The ATP said it continues to examine options for additional events to be added to the schedule, including opportunities to issue a limited number of single-year licenses for the remainder of the 2020 season.

The ATP Finals are being staged in London since 2009 and this year it is scheduled to take place from November 15-22 at The O2 (multipurpose indoor arena). However, this will be the final edition in London, with the tournament set to move to Turin, Italy, from 2021 to 2025.

In sync with existing UK Government guidance, the ATP said it currently plans to hold the ATP Finals behind closed doors as the coronavirus dust has still not settled down. Fans who have already purchased tickets or hospitality to the event through the tournament’s official partners will receive full refunds.

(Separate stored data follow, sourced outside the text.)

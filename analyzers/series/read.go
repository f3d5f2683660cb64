package series

import (
	"bytes"
	"context"
	"errors"
	"fmt"
	"io"

	"dextral/analyzers/series/fold"
	"dextral/analyzers/series/text"
	"dextral/analyzers/series/ulog"
	"dextral/rules"
)

// Options change how logs are read. The zero value is fine.
type Options struct {
	// Declare adds what is declared about a channel to its value, whose key,
	// claims, places and numbers are known. It may change the form, or take the
	// reason away why a channel is undecided.
	Declare func(*rules.Value)
	// Workers is the number of blocks that are folded at a time; below 2 there is
	// one, in the caller's goroutine.
	Workers int
	// Time names the column of time stamps; "" leaves that to the names.
	Time string

	block int // size of blocks in tests
}

// MaxBadRows is the number of bad rows of which Result keeps the particulars.
const MaxBadRows = 8

// Result is what one pass found out about a log.
type Result struct {
	Format    string // such as "comma-separated"; "" if the file is no table of numbers
	Channels  []*rules.Series
	Pairs     []*rules.SeriesPair
	Rows      int64          // rows read; 0 if there is no channel to read them for
	Clock     *rules.Clock   // nil if there are no time stamps
	Undecided []*rules.Value // channels that are not read, with Why; numbers of the first row
	BadRows   int64          // rows that could not be read
	FirstBad  []BadRow       // the first MaxBadRows of them

	RatesWithoutTime bool // there are quaternions and angular rates, and no time stamps to compare them by
}

// BadRow is a row that could not be read.
type BadRow struct {
	Place  rules.Place
	Reason string
}

// Read reads a log to its end. The path is the one to be printed. A file that
// is no log, or one without orientations, gives an empty Result and no error,
// after a look at its beginning. With an error, from the reader or because ctx
// was cancelled, comes the result so far; the error does not repeat the path.
func Read(ctx context.Context, path string, r io.Reader, opts Options) (Result, error) {
	file, err := openInput(r)
	if err != nil {
		return Result{}, err
	}
	defer file.close()
	if bytes.HasPrefix(file.start, []byte(ulog.Magic)) {
		return readULog(ctx, path, io.MultiReader(bytes.NewReader(file.start), file.rest), opts)
	}
	t, ok := sniff(path, file.start, len(file.start) < HeadSize)
	switch {
	case !ok && headTooLong(file.start):
		return Result{}, fmt.Errorf("has no row in its first %d bytes; no log has a header that long", HeadSize)
	case !ok:
		return Result{}, nil
	}
	l := plan(&t.head, opts)
	p := t.parser(l.cells)
	in := &feed{r: io.MultiReader(bytes.NewReader(file.start[t.offset:]), file.rest), cut: p.Cut, line: t.line}
	total, err := &part{fold: fold.New(&l.fold)}, error(nil)
	if len(l.channels) > 0 {
		total, err = run(ctx, in, &l.fold, opts, func() *folder {
			return &folder{parser: p, origin: t.line - 1, cells: make([]fold.Cell, l.width)}
		})
	}
	if err != nil && !errors.Is(err, ctx.Err()) {
		err = fmt.Errorf("reading stopped near line %d: %w", in.line, err)
	}
	return l.result(path, t.format, t.line-1, total), err
}

// headTooLong reports whether text begins with a line that leaves no room for rows.
func headTooLong(start []byte) bool {
	return len(start) == HeadSize && !binary(start) && bytes.LastIndexByte(start, '\n') <= bytes.IndexByte(start, '\n')
}

// result puts the folds in the form that rules judge.
func (l *layout) result(path, format string, origin int64, total *part) Result {
	f := total.fold
	r := Result{Format: format, Rows: f.Rows, Clock: l.clockOf(&f.Clock), Undecided: l.undecided, BadRows: total.bad.count}
	place := func(row int64) rules.Place {
		line := int(origin + row)
		return rules.Place{Path: path, Line: line, Column: 1, EndLine: line + 1, EndColumn: 1, Row: row}
	}
	for i := range l.channels {
		s := l.series(i, &f.Channels[i], place, r.Clock)
		s.Rows = f.Rows
		if s.Clock != nil {
			s.Unit = s.Clock.Unit
			s.Stamp = func(t float64) string { return l.fold.Start.After(t).String() }
		}
		r.Channels = append(r.Channels, s)
	}
	r.RatesWithoutTime = l.timeless
	for i := range l.fold.Rates {
		s := r.Channels[l.fold.Rates[i].Channel]
		s.Rates = l.ratesOf(s, &f.Rates[i])
	}
	for i, p := range l.fold.Pairs {
		pair := &rules.SeriesPair{First: r.Channels[p[0]], Second: r.Channels[p[1]]}
		for k := range f.Pairs[i].Count {
			a, b := f.Pairs[i].Split(k, &l.fold.Channels[p[0]], &l.fold.Channels[p[1]])
			pair.Samples = append(pair.Samples, rules.PairSample{Row: f.Pairs[i].Rows[k], First: a, Second: b})
		}
		r.Pairs = append(r.Pairs, pair)
	}
	for _, b := range total.bad.first[:min(total.bad.count, MaxBadRows)] {
		r.FirstBad = append(r.FirstBad, BadRow{place(b.row), l.reason(b.fault)})
	}
	return r
}

func (l *layout) series(i int, f *fold.Summary, place func(int64) rules.Place, clock *rules.Clock) *rules.Series {
	s := &rules.Series{
		Value: l.channels[i].Value, Columns: l.names[i], Clock: clock,
		Half: f.Digits.Half(), Float32: f.Digits.Single(), Scale: f.Digits.Scale(),
		Gaps: f.Gaps, Continuity: f.Continuity, Matrices: f.Matrices.Rules(), Wraps: f.Wraps.Tally, RowPlace: place,
	}
	for k := range f.Ranges {
		s.Ranges = append(s.Ranges, f.Ranges[k].Range)
	}
	s.Value.Why = doubtAfterwards(s, f)
	if s.Clock != nil && !timesOfOne(s.Clock) {
		s.Clock = nil // its column is no fault of a series
	}
	return s
}

// timesOfOne reports whether a column of times can be that of one series. A log
// that was put together of parts runs backwards here and there, not at every tenth row.
func timesOfOne(c *rules.Clock) bool { return 10*c.Reversed.Count <= c.Count }

// doubtAfterwards says what only all rows together show: that the channel is not
// what it is read as.
//
// Neighbours more than 90 degrees apart are rare in a series, and of independent
// orientations 82 in 100: the angle between two random rotations has density
// (1 - cos a)/pi. Half of them are seen as wide steps, half of the rest as sign
// jumps; where there are more of the first than of the second, the rows are a list.
func doubtAfterwards(s *rules.Series, f *fold.Summary) string {
	c := &s.Continuity
	switch {
	case c.Rows > 0 && f.Digits.Integers():
		return fmt.Sprintf("its numbers are whole, of norm %.6g to %.6g: a quaternion times a scale that nothing states", c.MinNorm.Value, c.MaxNorm.Value)
	case s.Clock == nil && c.Wide.Count > c.JumpCount:
		return fmt.Sprintf("no time stamps, and %d neighbours are more than 90 degrees apart: a list of orientations, not a series", c.Wide.Count)
	case s.Clock != nil && !timesOfOne(s.Clock):
		return fmt.Sprintf("column %s runs backwards at %d of %d rows: not the times of one series", s.Clock.Column, s.Clock.Reversed.Count, s.Clock.Count)
	}
	return ""
}

// reason says what is wrong with a row.
func (l *layout) reason(f text.Fault) string {
	switch f.Kind {
	case text.Ragged:
		return fmt.Sprintf("has %d columns; %d are expected", f.Column, len(l.cells))
	case text.Garbled:
		return "is no JSON object"
	case text.NotNumber:
		for i := range l.channels {
			for k, c := range l.channels[i].Columns {
				if c == f.Column {
					return fmt.Sprintf("column %d (%s) is no number", c+1, l.names[i][k])
				}
			}
		}
		return fmt.Sprintf("column %d, the time stamp, is no number", f.Column+1)
	default:
		return fmt.Sprintf("is longer than %d bytes", text.MaxRecord)
	}
}
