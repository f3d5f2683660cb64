package rules

import (
	"slices"

	"dextral/core/convention"
)

// CheckRig compares values across the files of one rig: those that state, in
// words, the orientation between the same two frames, either way round. Within
// one file the reader decides what belongs together, so groups that stand in
// one file are left to CheckValues.
func CheckRig(values []*Value) []*Finding {
	type frames struct{ a, b string }
	groups := map[frames][]*Value{}
	var order []frames
	for _, v := range values {
		c, ok := v.Claims.On(convention.OfDirection)
		if !ok || !c.Source.Stated() || !v.Decided() || !v.orients() || !finite(v) {
			continue
		}
		d := v.Claims.Direction()
		key := frames{min(d.To, d.From), max(d.To, d.From)}
		if groups[key] == nil {
			order = append(order, key)
		}
		groups[key] = append(groups[key], v)
	}
	var found []*Finding
	for _, key := range order {
		group := groups[key]
		slices.SortFunc(group, func(a, b *Value) int { return a.Place.Compare(b.Place) })
		if group[0].Place.Path != group[len(group)-1].Place.Path {
			found = append(found, checkGroup(group)...)
		}
	}
	return found
}
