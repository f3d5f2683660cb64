package series

import (
	"bytes"
	"math"

	"dextral/analyzers/series/columns"
	"dextral/analyzers/series/jsonl"
	"dextral/analyzers/series/text"
	"dextral/rules"
)

// table is a file of rows, of whatever text format.
type table struct {
	head   head
	format string
	offset int   // of the first row
	line   int64 // its line
	// parser reads the columns that have a cell.
	parser func(cells []int) parser
}

// sniff finds out from its start which format a file has.
func sniff(path string, start []byte, last bool) (*table, bool) {
	if trimmed := bytes.TrimLeft(start, "\xef\xbb\xbf \t\r\n"); len(trimmed) > 0 && trimmed[0] == '{' {
		if h, ok := jsonl.Sniff(path, start, last); ok {
			return objects(path, h), true
		}
	}
	if h, ok := text.Sniff(path, start, last); ok {
		return delimited(path, h), true
	}
	return nil, false
}

const jsonFormat = "JSON lines"

var formatNames = map[byte]string{',': "comma-separated", ';': "semicolon-separated", '\t': "tab-separated", '|': "bar-separated", ' ': "blank-separated"}

func delimited(path string, h *text.Head) *table {
	t := &table{format: formatNames[h.Delimiter], offset: h.Offset, line: h.Line}
	t.head = head{width: h.Width}
	for _, fields := range h.Headers {
		t.head.headers = append(t.head.headers, header(fields))
	}
	for _, row := range h.Rows {
		t.head.rows = append(t.head.rows, h.Loose(row))
	}
	fields := make([][]text.Field, len(h.Rows))
	t.head.number = func(row, column int) rules.Number {
		if fields[row] == nil {
			fields[row] = h.Fields(path, h.Rows[row])
		}
		n := rules.Number{Value: math.NaN()}
		if fields := fields[row]; column < len(fields) {
			n.Text, n.Place = fields[column].Text, fields[column].Place
		}
		if cells := t.head.rows[row]; cells != nil {
			n.Value = cells[column].Value()
		}
		return n
	}
	t.parser = func(cells []int) parser {
		h.Cells = cells
		return &h.Table
	}
	return t
}

func objects(path string, h *jsonl.Head) *table {
	t := &table{format: jsonFormat, offset: h.Offset, line: h.Rows[0].Line}
	t.head = head{width: h.Width, headers: [][]columns.Column{header(h.Names)}}
	for _, row := range h.Rows {
		t.head.rows = append(t.head.rows, h.Loose(row))
	}
	t.head.number = func(row, column int) rules.Number { return h.Number(path, h.Rows[row], column) }
	t.parser = func(cells []int) parser {
		h.Cells = cells
		return &h.Table
	}
	return t
}

func header(fields []text.Field) []columns.Column {
	var all []columns.Column
	for _, f := range fields {
		all = append(all, columns.Column{Text: f.Text, Place: f.Place})
	}
	return all
}
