package rules

import (
	"fmt"
	"math"
	"strconv"
	"strings"

	"dextral/core/rotor"
)

// degrees prints an angle given in radians as degrees, with three significant
// digits down to a thousandth of a degree and one below. Angles under a
// millionth print as one: what is left of two equal rotations is rounding,
// which differs between processors.
func degrees(rad float64) string {
	deg := rad * 180 / math.Pi
	if a := math.Abs(deg); a > 0 && a < 1e-3 {
		deg = math.Copysign(max(a, 1e-6), deg)
		places := -int(math.Floor(math.Log10(math.Abs(deg))))
		return strconv.FormatFloat(deg, 'f', places, 64) + " deg"
	}
	return significant(deg) + " deg"
}

// digits prints a number for people: near one with as many digits as show the
// deviation from one, elsewhere with three significant ones.
func digits(x float64) string {
	if d := math.Abs(math.Abs(x) - 1); d > 0 && d < 0.5 {
		places := min(2-int(math.Floor(math.Log10(d))), 12)
		return trimZeros(strconv.FormatFloat(x, 'f', places, 64))
	}
	return significant(x)
}

// significant prints three significant digits, and those before the point.
func significant(x float64) string {
	switch a := math.Abs(x); {
	case a == 0 || a >= 1e7 || a < 1e-5:
		return strconv.FormatFloat(x, 'g', 3, 64)
	case a >= 100:
		return trimZeros(strconv.FormatFloat(x, 'f', 1, 64))
	default:
		places := 2 - int(math.Floor(math.Log10(a)))
		return trimZeros(strconv.FormatFloat(x, 'f', places, 64))
	}
}

func trimZeros(s string) string {
	if !strings.Contains(s, ".") {
		return s
	}
	return strings.TrimSuffix(strings.TrimRight(s, "0"), ".")
}

// vector prints three components with three decimals.
func vector(v rotor.Vec) string {
	clean := func(x float64) float64 {
		x = math.Round(x*1000) / 1000
		return x + 0 // -0 becomes 0
	}
	return fmt.Sprintf("(%g, %g, %g)", clean(v.X), clean(v.Y), clean(v.Z))
}
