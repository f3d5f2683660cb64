package rules

import (
	"fmt"
	"math"
	"strings"

	"dextral/core/convention"
	"dextral/core/identify"
	"dextral/core/kinematics"
	"dextral/core/tolerance"
)

// CheckSeries judges one orientation channel of a log by the fold of its rows.
func CheckSeries(s *Series) []*Finding {
	found := conflicts(&s.Value)
	if !s.Value.Decided() {
		return found
	}
	switch s.Value.Form {
	case convention.Quaternion:
		found = add(found, normLoss(s))
		found = add(found, signJumps(s))
		found = add(found, rowsNotFinite(s, s.Continuity.NonFinite, s.Continuity.Rows))
		found = append(found, leapsOf(s)...)
		found = add(found, checkRates(s))
	case convention.Rotation, convention.Transform:
		found = add(found, matrixRows(s))
		found = add(found, rowsNotFinite(s, s.Matrices.NonFinite, s.Matrices.NonFinite.Count+s.Matrices.Zero.Count+s.Matrices.Count))
	case convention.Angles:
		found = append(found, checkAngles(s)...)
	}
	return found
}

// placeOf is where a sample of rates stands; its time is in seconds.
func (s *Series) placeOf(x *identify.Sample) kinematics.Place {
	per := map[string]float64{"ms": 1e3, "us": 1e6, "ns": 1e9}[s.Unit]
	return kinematics.Place{Row: x.Row, T: x.T * max(per, 1)}
}

// at is the place of a row, with row number and time stamp.
func (s *Series) at(p kinematics.Place) Place {
	place := s.Value.Place
	if s.RowPlace != nil {
		place = s.RowPlace(p.Row)
	}
	place.Row = p.Row
	if s.Stamp != nil {
		place.Time = strings.TrimSpace(s.Stamp(p.T) + " " + s.Unit)
	}
	return place
}

func (s *Series) row(p kinematics.Place) string {
	if s.Stamp == nil {
		return fmt.Sprintf("row %d", p.Row)
	}
	return fmt.Sprintf("row %d (%s)", p.Row, s.at(p).Time)
}

func hazard(rule string, s *Series, at kinematics.Place, message string, args ...any) *Finding {
	return &Finding{Rule: rule, Level: Warning, Place: s.at(at), Key: s.Value.Key, Claim: "rotation at every row",
		Message: fmt.Sprintf(message, args...)}
}

// normLoss reports the row whose norm is farthest from one, if the digits of
// the log do not explain it.
func normLoss(s *Series) *Finding {
	c := &s.Continuity
	worst, ok := c.WorstNorm()
	if !ok {
		return nil
	}
	allowed := tolerance.Precision{Half: s.Half, Double: s.Value.Double}.Norm(4, 1)
	if math.Abs(worst.Value-1) <= allowed {
		return nil
	}
	f := hazard(NormLoss, s, worst.Place, "%s does not keep its unit norm: %s at row %d; put as it stands into the usual matrix formula it is off by up to %s",
		s.Value.name(), digits(worst.Value), worst.Row, degrees(worstMatrixFormulaExcess(worst.Value)))
	f.Evidence = []Evidence{
		{What: "norm farthest from one, " + s.row(worst.Place), Stated: Plain(1), Computed: Plain(worst.Value), Residual: Plain(worst.Value - 1)},
		{What: "least norm, " + s.row(c.MinNorm.Place), Stated: Plain(1), Computed: Plain(c.MinNorm.Value), Residual: Plain(c.MinNorm.Value - 1)},
		{What: "greatest norm, " + s.row(c.MaxNorm.Place), Stated: Plain(1), Computed: Plain(c.MaxNorm.Value), Residual: Plain(c.MaxNorm.Value - 1)},
		{What: "deviation that the digits written allow", Computed: Plain(allowed)},
	}
	f.Remedy = "normalise where the quaternion is integrated or filtered, not where it is used"
	return f
}

// listedRows bounds the rows listed under a finding on a log.
const listedRows = 8

// signJumps reports the jumps from R to -R of a channel.
func signJumps(s *Series) *Finding {
	c := &s.Continuity
	if c.JumpCount == 0 {
		return nil
	}
	first := c.Jumps[0]
	times := "once"
	if c.JumpCount > 1 {
		times = fmt.Sprintf("%d times", c.JumpCount)
	}
	f := hazard(SignJump, s, first.Place,
		"%s jumps from R to -R %s, first at row %d, where the rotation moves by %s; whoever interpolates or subtracts the numbers there sees a turn of %s",
		s.Value.name(), times, first.Row, degrees(first.Moved), degrees(2*math.Pi-first.Moved))
	for _, j := range c.Jumps[:min(c.JumpCount, listedRows)] {
		f.Evidence = append(f.Evidence, Evidence{What: s.row(j.Place), Stated: Degrees(j.Moved), Computed: Degrees(2 * j.Apparent), Residual: Degrees(2*j.Apparent - j.Moved)})
	}
	if rest := c.JumpCount - listedRows; rest > 0 {
		f.Evidence = append(f.Evidence, Evidence{What: fmt.Sprintf("and %d more rows", rest)})
	}
	f.Remedy = "R and -R are one rotation: choose the sign of each sample so that its scalar product with the sample before is not negative"
	if c.ForcedScalar() && s.Value.Claims.Scalar() != convention.ScalarUnstated { // else S is not known to be the scalar
		f.Evidence = append(f.Evidence, Evidence{What: "rows with a negative scalar", Computed: Plain(0)})
		f.Remedy += "; the scalar is nowhere negative, so the recorder seems to force its sign"
	}
	return f
}

// matrixRows judges the matrices of a channel: mirrors first, then the row
// that is farthest from orthonormal.
func matrixRows(s *Series) *Finding {
	m := &s.Matrices
	claim, claimed := s.Value.FormClaim()
	if m.Count == 0 || !claimed {
		return nil
	}
	precision := tolerance.Precision{Half: s.Half, Double: s.Value.Double}
	switch {
	case m.Mirrors.Count > 0:
		f := finding(MirroredRotation, &s.Value, claim, "%s claims a %s, but in %d of %d rows, first row %d, its determinant is negative (%.4g at the least): it mirrors; %s",
			s.Value.name(), s.Value.Form, m.Mirrors.Count, m.Count, m.Mirrors.First.Row, m.Det.Min.Value, mirrorEffect)
		f.Place = s.at(m.Mirrors.First)
		f.Evidence = []Evidence{
			{What: "least determinant, " + s.row(m.Det.Min.Place), Stated: Plain(1), Computed: Plain(m.Det.Min.Value), Residual: Plain(m.Det.Min.Value - 1)},
			{What: "greatest determinant, " + s.row(m.Det.Max.Place), Stated: Plain(1), Computed: Plain(m.Det.Max.Value), Residual: Plain(m.Det.Max.Value - 1)},
		}
		return f
	case m.Defect.Value > precision.Defect():
		// |M^T M - 1| = d bounds the angle between a column and that of the nearest
		// rotation by d/2 to first order (M = R (1+S), S symmetric, d = 2|S|).
		f := hazard(MatrixNotOrthonormal, s, m.Defect.Place, "%s does not stay orthonormal: |M^T M - 1| is %s at row %d, so that an axis can be off by %s",
			s.Value.name(), digits(m.Defect.Value), m.Defect.Row, degrees(m.Defect.Value/2))
		f.Evidence = []Evidence{
			{What: "greatest defect |M^T M - 1|, " + s.row(m.Defect.Place), Stated: Plain(0), Computed: Plain(m.Defect.Value)},
			{What: "defect that the digits written allow", Computed: Plain(precision.Defect())},
		}
		f.Remedy = "make it orthonormal where it is integrated or filtered, not where it is used"
		return f
	}
	return nil
}

// CheckClock judges the time stamps of a log that holds orientations.
func CheckClock(s *Series) []*Finding {
	c := s.Clock
	if c == nil || c.NonIncreasing() == 0 {
		return nil
	}
	first := c.Repeated.First
	if c.Repeated.Count == 0 || c.Reversed.Count > 0 && c.Reversed.First.Row < first.Row {
		first = c.Reversed.First
	}
	f := hazard(StampsNotIncreasing, s, first, "of %d time stamps %d repeat the one before and %d run backwards, first at row %d; a rate taken from neighbouring rows there is infinite or has the wrong sign",
		c.Count, c.Repeated.Count, c.Reversed.Count, first.Row)
	f.Key = c.Column
	f.Claim = "time stamps increase"
	for _, kind := range []struct {
		word  string
		tally kinematics.Tally
		at    [MaxStamps]kinematics.Place
	}{{"repeated", c.Repeated, c.RepeatedAt}, {"reversed", c.Reversed, c.ReversedAt}} {
		for _, p := range kind.at[:min(kind.tally.Count, 3)] {
			f.Evidence = append(f.Evidence, Evidence{What: kind.word, Computed: Words(s.row(p))})
		}
	}
	f.Remedy = "drop repeated rows and sort by time before taking differences; look for two recorders writing one file"
	return []*Finding{f}
}
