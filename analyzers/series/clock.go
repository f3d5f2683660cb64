package series

import (
	"math"
	"slices"
	"strings"

	"dextral/analyzers/series/columns"
	"dextral/analyzers/series/fold"
	"dextral/rules"
)

// setTime plans the column of time stamps and finds its unit: the name's, or that
// of a written date, or the one unit in which a stamp lies between the years 2000
// and 2100. Where the other columns are called field.something the time is that
// of a topic printed by a robot's tools, in nanoseconds (common practice, no
// source).
func (l *layout) setTime(t *columns.Time, h *head, header []columns.Column) {
	if t == nil {
		return
	}
	row := firstComplete(h.rows, []int{t.Column})
	if row < 0 { // no number and no date: a time of day in words, or empty
		return
	}
	l.time = t
	l.fold.Time = l.cell(t.Column)
	if t.Fine >= 0 {
		l.fold.Fine, l.fold.Per = l.cell(t.Fine), t.Per
	}
	l.clock = rules.Clock{Unit: t.Unit, Source: rules.Label}
	if header != nil {
		l.clock.Column, l.clock.Place = header[t.Column].Text, header[t.Column].Place
	} else {
		l.clock.Place = h.number(row, t.Column).Place
	}
	cell := h.rows[row][t.Column]
	l.fold.Start = fold.StampOf(&cell)
	if t.Fine >= 0 {
		fine := h.rows[row][t.Fine]
		l.fold.Start = fold.Joined(&cell, &fine, t.Per)
	}
	switch number := h.number(row, t.Column); {
	case t.Unit != "":
	case strings.Count(number.Text, "-") >= 2 && strings.Contains(number.Text, ":"): // a date
		l.clock.Unit = "s"
	case l.clock.Column == "time" && slices.ContainsFunc(header, func(c columns.Column) bool { return strings.HasPrefix(c.Text, "field.") }):
		l.clock.Unit, l.clock.Source = "ns", rules.Name
	default:
		l.clock.Unit, l.clock.Source = epochUnit(l.fold.Start.Value), rules.Shape
	}
}

// epochUnit is the unit in which a time since 1970 lies between 2000 and 2100.
func epochUnit(v float64) string {
	const from, to = 946684800, 4102444800 // seconds
	for i, unit := range []string{"s", "ms", "us", "ns"} {
		if s := v / math.Pow10(3*i); s >= from && s < to {
			return unit
		}
	}
	return ""
}

// clockOf is the result of the fold in the form that rules judge.
func (l *layout) clockOf(c *fold.Clock) *rules.Clock {
	if l.time == nil {
		return nil
	}
	out := l.clock
	out.Count, out.Missing = c.Count, c.Missing
	out.First, out.Last = c.First.String(), c.Last.String()
	if c.Count > 0 {
		out.Span = c.Last.Since(c.First)
	}
	out.Repeated, out.RepeatedAt = c.Repeated.Tally, c.Repeated.At
	out.Reversed, out.ReversedAt = c.Reversed.Tally, c.Reversed.At
	out.Shortest, out.Longest = c.Steps.Min, c.Steps.Max
	return &out
}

However, ATP said it keeps its fingers crossed that later this year fans will be allowed to return into stadia in a socially distanced manner, following a series of pilot events being undertaken in the UK that will resume this weekend. If this is confirmed ahead of the Finals, the ATP said it wants to reopen ticket sales for the tournament.

“The fans have played such an incredible part in the success of the Nitto ATP Finals over the years and there’s no question the capacity crowds will be deeply missed this year. Working within the guidelines issued by the UK Government is paramount as we look to prioritize the health and safety of the fans and everybody involved in the tournament in our efforts to deliver the event in the safest way possible,” Gaudenzi added.